Don't get me wrong - they're building new bike lanes at a rapid pace. However,
traffic, bicycles and pedestrians freely intermingle most places, which works
because it helps reduce car speeds massively.

Drivers perceive intermingled streets as more dangerous, so they drive safer.

This video illustrates it:
[https://www.youtube.com/watch?v=yyWYvovLvMQ](https://www.youtube.com/watch?v=yyWYvovLvMQ)

------
ceejayoz
Meanwhile, here in upstate New York...

[https://13wham.com/news/local/pedestrian-hit-by-car-then-
tic...](https://13wham.com/news/local/pedestrian-hit-by-car-then-ticketed-for-
not-using-sidewalk)

> A man in Ontario County was ticketed after he was hit by a car.

> Deputies ticketed Weaver for not being as far off the road as possible. The
> driver who hit him was not charged.

In broad daylight, incidentally.

------
royroyroys
Oslo is also the 'Tesla capital of the world', wonder if their high NCAP
safety ratings have had an impact as well?

------
tristor
These types of stats are almost meaningless to compare because most of the
difference in outcomes is caused by cultural differences which are difficult
and unlikely to change.
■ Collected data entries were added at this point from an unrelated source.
"""Golden files (``tests/golden/``) and the invented walk the takeoff and report tests share."""

from __future__ import annotations

import os

from gaugewalk.tui.cli.main import main
from tests.support.paths import GOLDEN

TAKEOFF_WALK = GOLDEN / "takeoff_walk.toml"   # invented job: a bakery fit-out, 208Y/120 V


def gaugewalk(module, argv: list[str]) -> int:
    """Run ``gaugewalk MODULE.NAME ARGV...`` through the real dispatcher
    (``gaugewalk.tui.cli.main.main``)."""
    return main([module.NAME, *argv])


def check_golden(name: str, text: str) -> None:
    """Compare with tests/golden/NAME; GAUGEWALK_UPDATE_GOLDEN=1 rewrites it (read it first)."""
    path = GOLDEN / name
    if os.environ.get("GAUGEWALK_UPDATE_GOLDEN") == "1":
        path.write_text(text, encoding="utf-8", newline="")
    assert path.exists(), f"{path} is missing; run with GAUGEWALK_UPDATE_GOLDEN=1 and read it"
    with open(path, encoding="utf-8", newline="") as handle:
        assert text == handle.read()
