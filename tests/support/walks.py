"""Small invented walks for the tests, built from a few calls instead of typed out in each module.

- ``source_table(id, kind, system=SYSTEM_208Y, **keys)`` and
  ``run_table(id, from, to, length, *, load=None, **keys)``: one ``[[source]]`` or
  ``[[run]]`` table as a dict in file order. A run's ``load`` is ``(value, unit)`` or a dict; keys
  given as None are left out, so ``**{"load": None}`` takes a key away.
- ``walk_text(name, sources=..., runs=..., defaults=...)``: the walk file as a person types it:
  ``schema = 1``, ``[job]``, ``[defaults]`` when given, the tables in the order given, a blank
  line between tables, a run's load as an inline table. ``tables_text("run", items)``: tables
  alone, to add to a walk.
- ``make_run(...)`` and ``make_job(name, ..., **header)``: the same as a validated ``Run`` and
  ``Job``.
- ``panel_walk(name, *runs, feeder_length="40", defaults=None)``: the smallest real walk, a
  208Y/120 V service ``SVC`` feeding panel ``LP1`` through feeder ``F1``, then ``runs``.
- ``SMALL_WALK`` ("Harbour Lane bakery", one 16 A branch on LP1, DC method, so the drops can be
  checked by hand from NEC Ch. 9 Table 8) and ``write_walk(folder, text, name)``.

Every walk here is invented; none describes a real job.
"""

from __future__ import annotations

import re
from collections.abc import Iterable, Mapping
from pathlib import Path
from typing import Any

import tomli_w

from gaugewalk.model.walk.job import Job, Run

SYSTEM_208Y = "208Y/120V 3ph 4w"

_BARE_KEY = re.compile(r"[A-Za-z0-9_-]+")


def _without_none(table: dict) -> dict:
    return {k: v for k, v in table.items() if v is not None}


def _value(value: Any) -> str:
    if isinstance(value, Mapping):
        return "{ " + ", ".join(f"{_key(k)} = {_value(v)}" for k, v in value.items()) + " }"
    return tomli_w.dumps({"v": value}).removeprefix("v = ").rstrip("\n")


def _key(key: str) -> str:
    if not _BARE_KEY.fullmatch(key):
        raise ValueError(f"{key!r} is not a bare TOML key")
    return key


def _key_value(key: str, value: Any) -> str:
    return f"{_key(key)} = {_value(value)}\n"


def source_table(sid: str, kind: str, system: str = SYSTEM_208Y, /, **keys: Any) -> dict:
    """One ``[[source]]``: ``id``, ``kind``, ``system``, then ``keys`` (``kva``, ``name`` ...)."""
    return _without_none({"id": sid, "kind": kind, "system": system, **keys})


def run_table(rid: str, frm: str, to: str, length: str, /, *,
              load: tuple[float, str] | Mapping | None = None, **keys: Any) -> dict:
    """One ``[[run]]``: ``id``, ``from``, ``to``, ``length``, ``load``, then ``keys``; a key in
    ``keys`` that is already there (``from``, ``to``, ``id``) takes the new value in its place."""
    if isinstance(load, tuple):
        load = {"value": load[0], "unit": load[1]}
    table = {"id": rid, "from": frm, "to": to, "length": length, "load": load}
    table.update(keys)
    return _without_none(table)


def make_run(rid: str, frm: str, to: str, length: str, /, **keys: Any) -> Run:
    return Run.model_validate(run_table(rid, frm, to, length, **keys))


def make_job(name: str | None, *, sources: Iterable[dict] = (), runs: Iterable[dict] = (),
             defaults: Mapping | None = None, **header: Any) -> Job:
    """A validated ``Job``; ``header`` adds to ``[job]`` (``notes``, ``site`` ...). With no name
    and no header the walk has no ``[job]`` table."""
    data: dict[str, Any] = {"source": list(sources), "run": list(runs)}
    if name is not None or header:
        data["job"] = _without_none({"name": name, **header})
    if defaults:
        data["defaults"] = dict(defaults)
    return Job.model_validate(data)


def walk_text(name: str, *, sources: Iterable[dict] = (), runs: Iterable[dict] = (),
              defaults: Mapping | None = None) -> str:
    text = f"schema = 1\n\n[job]\n{_key_value('name', name)}"
    if defaults:
        text += "\n[defaults]\n" + "".join(_key_value(k, v) for k, v in defaults.items())
    return text + tables_text("source", sources) + tables_text("run", runs)


def tables_text(kind: str, items: Iterable[dict]) -> str:
    """``[[kind]]`` tables, each after a blank line."""
    return "".join(f"\n[[{kind}]]\n" + "".join(_key_value(k, v) for k, v in item.items())
                   for item in items)


def panel_walk(name: str, *runs: dict, feeder_length: str = "40",
               defaults: Mapping | None = None) -> str:
    return walk_text(name, defaults=defaults,
                     sources=[source_table("SVC", "service"), source_table("LP1", "panel")],
                     runs=[run_table("F1", "SVC", "LP1", feeder_length), *runs])


SMALL_WALK = panel_walk(
    "Harbour Lane bakery",
    run_table("R1", "LP1", "Proofer", "100", load=(16, "A"), connection="LN", size="12 AWG"),
    defaults={"method": "dc"},
)


def write_walk(folder: Path, text: str = SMALL_WALK, name: str = "walk.toml") -> Path:
    path = folder / name
    path.write_text(text, encoding="utf-8")
    return path


# -- a walk and a lock someone hostile sent -------------------------------------------------------
TERMINAL_TRICKS = "\x1b]0;PWNED\x07\x1b[2J\x1b[31m\x9b2J\u202eevil\u2028\x00"
"""Control characters that would set the terminal's title, clear the screen, colour it, reorder
what it shows and break a line if they reached it raw."""
MARKUP_TRICKS = ("[@click=screen.delete_run]click[/] [link=https://example.invalid]x[/link] "
                 "[$accent]a[/] [B]b[/B] dana [/x] \\[b]")
"""Markup of every kind Textual and Rich read: an action, a link, a variable, an unclosed tag."""

HOSTILE_WALK = panel_walk(
    "Quay " + MARKUP_TRICKS,
    run_table("R1", "LP1", "Pump " + MARKUP_TRICKS[:60], "100", load=(16, "A"), connection="LN",
              notes="pump by the quay " + TERMINAL_TRICKS + "\nsecond line"),
    run_table("R2", "LP1", "[red]Mixer[/red]", "85+12", load=(1.8, "kVA"),
              segments=[{"length": "85", "note": "[@click=app.quit]q[/]"},
                        {"length": "12", "note": "up the wall"}],
              notes=MARKUP_TRICKS),
).replace('name = "Quay', 'site = "[link=https://example.invalid]dock[/link]"\n'
          'notes = ' + tomli_w.dumps({"v": TERMINAL_TRICKS}).removeprefix("v = ").strip()
          + '\nname = "Quay', 1).replace(
    'id = "LP1"\nkind = "panel"\n',
    'id = "LP1"\nkind = "panel"\nname = "Panel [@click=app.quit]q[/] dana [/x]"\n'
    'notes = "\\u001b[2Jclears the screen"\n', 1)
"""Invented: a quay-side pump and mixer whose every text field holds markup, and whose notes hold
terminal control characters (kept in the file; names cannot hold them)."""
There are two factors that have more effect on traffic
safety in the US than anything else when compared to most of the rest of the
world: 1) More total miles driven per capita, 2) Distracted driving.

To expand on #2 above, most of the world still predominantly drives manual
transmission vehicles, and licensing and enforcing standards are much higher,
as well as cultural factors which increase driving engagement. All of this
culminates in the average driver being much much more attentive of their
surroundings outside the US than inside the US. In the US its nearly the
reverse, majority of vehicles are automatic transmissions, almost all newer
cars now have BLISS and other automated safety systems which are a reaction to
fatalities from distracted driving. Texting while driving is epidemic and is
more dangerous now in most states than drunk driving is.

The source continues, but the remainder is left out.